Люди, весело переговариваясь, стали расходиться. Школьники стояли толпой возле учительницы, она что-то сказала, все рассмеялись.
— Чего ребята, а? Чего дальше? — подходя с некоторым опозданием к ним, стал спрашивать я.
— Едем к Бобуру! — оборачиваясь ко мне, проговорил араб.
— Зачем? — удивился я. Вот так урок!
Мы снова сели в автобус. Директриса лихо рулила. Я вдруг подумал, что ее надо познакомить с Данилычем, — что-то общее!
— А в классе вообще уроки бывают у вас? — спросил я араба.
— Бывают… иногда… — ответил он. — Но историю мы изучаем на улицах. Историю революции мы обсуждаем на площади Бастилии, в здании Конвента.
— Обсуждаете? Или изучаете? — уточнил я.
— Приятно не изучать историю, а делать ее! — улыбнулся Жан. Перед Бобуром было обычное столпотворение. Дудели в дудки, плясали — и тут же спали, прямо на площади.

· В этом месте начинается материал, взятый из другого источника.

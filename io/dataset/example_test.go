package dataset_test

import (
	"context"
	"fmt"

	"concordat/io/dataset"
)

// Reading an invented table of weather stations: "-" marks a missing
// reading, and the sky column is ordinal.
func ExampleRead() {
	tab, err := dataset.Read(context.Background(), dataset.Spec{
		Path:    "testdata/sensors.tsv",
		Format:  dataset.TSV,
		Missing: []string{"-"},
		Columns: []dataset.ColumnSpec{
			{Name: "station", Kind: dataset.Label},
			{Name: "humidity_pct", Kind: dataset.Numeric},
			{Name: "sky", Kind: dataset.Ordinal, Levels: []string{"clear", "overcast"}},
		},
	})
	if err != nil {
		fmt.Println(err)
		return
	}
	fmt.Println(tab.Rows, "rows, sha256", tab.SHA256[:12])
	for _, c := range tab.Columns {
		if c.Kind == dataset.Label {
			fmt.Printf("%s %q\n", c.Name, c.Labels)
		} else {
			fmt.Println(c.Name, c.Values)
		}
	}
	// Output:
	// 4 rows, sha256 3346e1f52c90
	// station ["ridge" "valley" "creek" "mill, upper"]
	// humidity_pct [81 NaN 95.5 77]
	// sky [1 2 NaN 1]
}

func ExampleCellError() {
	_, err := dataset.Read(context.Background(), dataset.Spec{
		Path:   "testdata/orchard_harvest.csv",
		Format: dataset.CSV,
		Columns: []dataset.ColumnSpec{
			{Name: "grade", Kind: dataset.Ordinal, Levels: []string{"cull", "standard", "fancy"}},
		},
	})
	fmt.Println(err)
	// Output:
	// testdata/orchard_harvest.csv: row 3 (line 4), column "grade": value "extra fancy" is not one of the declared levels "cull", "standard", "fancy"
}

— Я видел его здесь сегодня утром! — азартно выкрикнул мальчик-араб.
Все рассеялись в толпе. Я не успел даже спросить, чего ищут, как раздался крик рыжей девушки:
— Он здесь!
Школьники собрались возле беззубого старика с закрытыми глазами. Он сидел, вытянув вперед ноги в рваных кроссовках, его голова, откинутая на бортик бассейна, была неподвижна.
— «Скорая помощь» обычно не забирает таких! — пояснил Жан.
Они осторожно внесли старика в автобус, мы медленно поехали. Потом въехали во двор какого-то старинного дома. Навстречу нам вышли санитары с носилками и женщина-монахиня в белой крахмальной накидке на голове. Санитары положили старика на носилки и понесли. Все вдруг стали вынимать деньги и сдавать их учительнице. Я тоже кинул двадцатку. Клод, будучи, по слухам, очень богатым, дал пятьдесят.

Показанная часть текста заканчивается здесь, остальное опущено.